Product name and form

Maalox 200mg/175mg per 5ml Oral Suspension.

Pharmaceutical Form

Oral Suspension.

White, viscous, aqueous oral suspension with a peppermint odour and taste.

Qualitative and quantitative composition

Each 5 ml of the suspension contains:

200 mg of Magnesium Hydroxide (as Magnesium Hydroxide Paste),
175 mg of Aluminium Hydroxide (as Aluminium Hydroxide Gel).

Excipients: Each 5ml also contains 71.45mg sorbitol (E420) and 1.59mg sodium.

For a full list of excipients, see section 6.1.

Active Ingredient Description
Aluminium hydroxide

Aluminium hydroxide is a slow-acting antacid. It is used to provide symptomatic relief in gastric hyperacidity. In addition, the antipeptic and demulcent activity of aluminium hydroxide helps to protect inflamed gastric mucosa against further irritation by gastric secretions.

Magnesium hydroxide

Magnesium hydroxide is practically insoluble in water and solution is not effected until the hydroxide reacts with hydrochloric acid in the stomach to form magnesium chloride.
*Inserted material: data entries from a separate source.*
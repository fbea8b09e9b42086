import { z } from 'zod';
import { quantitySchema } from './quantity-schema';

const fittingCount = z
  .number()
  .int({ error: 'A fitting count must be a whole number.' })
  .nonnegative();

/** Counts of fittings on one pipe, by kind; missing kinds count zero. */
export const FittingsInputSchema = z.strictObject({
  elbow90: fittingCount.default(0),
  elbow45: fittingCount.default(0),
  teeRun: fittingCount.default(0),
  teeBranch: fittingCount.default(0),
  ballValve: fittingCount.default(0),
});

/** Pipe materials known to the schema; each sets Hazen–Williams C and roughness by default. */
export const PipeMaterialSchema = z.enum(['pvc', 'pe', 'steel', 'copper']);

/**
 * A pipe run: length along its axis, inner (bore) diameter, material and fittings.
 * `roughness` (absolute, m) and `hazenWilliamsC` override the material's values.
 */
export const PipeInputSchema = z.strictObject({
  length: quantitySchema('length', 'nonnegative'),
  innerDiameter: quantitySchema('diameter'),
  material: PipeMaterialSchema.optional(),
  roughness: quantitySchema('diameter', 'nonnegative').optional(),
  hazenWilliamsC: z.number().positive().max(200).optional(),
  fittings: FittingsInputSchema.optional(),
});

/** A circular sharp-edged opening's discharge coefficient C_d (0 < C_d ≤ 1). */
export const DischargeCoefficientSchema = z.number().positive().max(1);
Its neutralising action is almost equal to that of sodium bicarbonate. When the dose is in excess of that required to neutralise the acid the intragastric pH may reach pH 8 or 9. Acid rebound following magnesium hydroxide is clinically insignificant. Magnesium hydroxide has an indirect cathartic effect resulting from water retention in the intestinal lumen.

List of Excipients

Domiphen bromide
Citric Acid, monohydrate
Saccharin sodium
Sorbitol liquid (Non-crystallising) (E420)
Mannitol (E421)
Hydrogen peroxide
Peppermint oil
Hydrochloric acid
Purified water

Pack sizes and marketing

White PET bottles with plastic screw cap: 250 ml and 355 ml.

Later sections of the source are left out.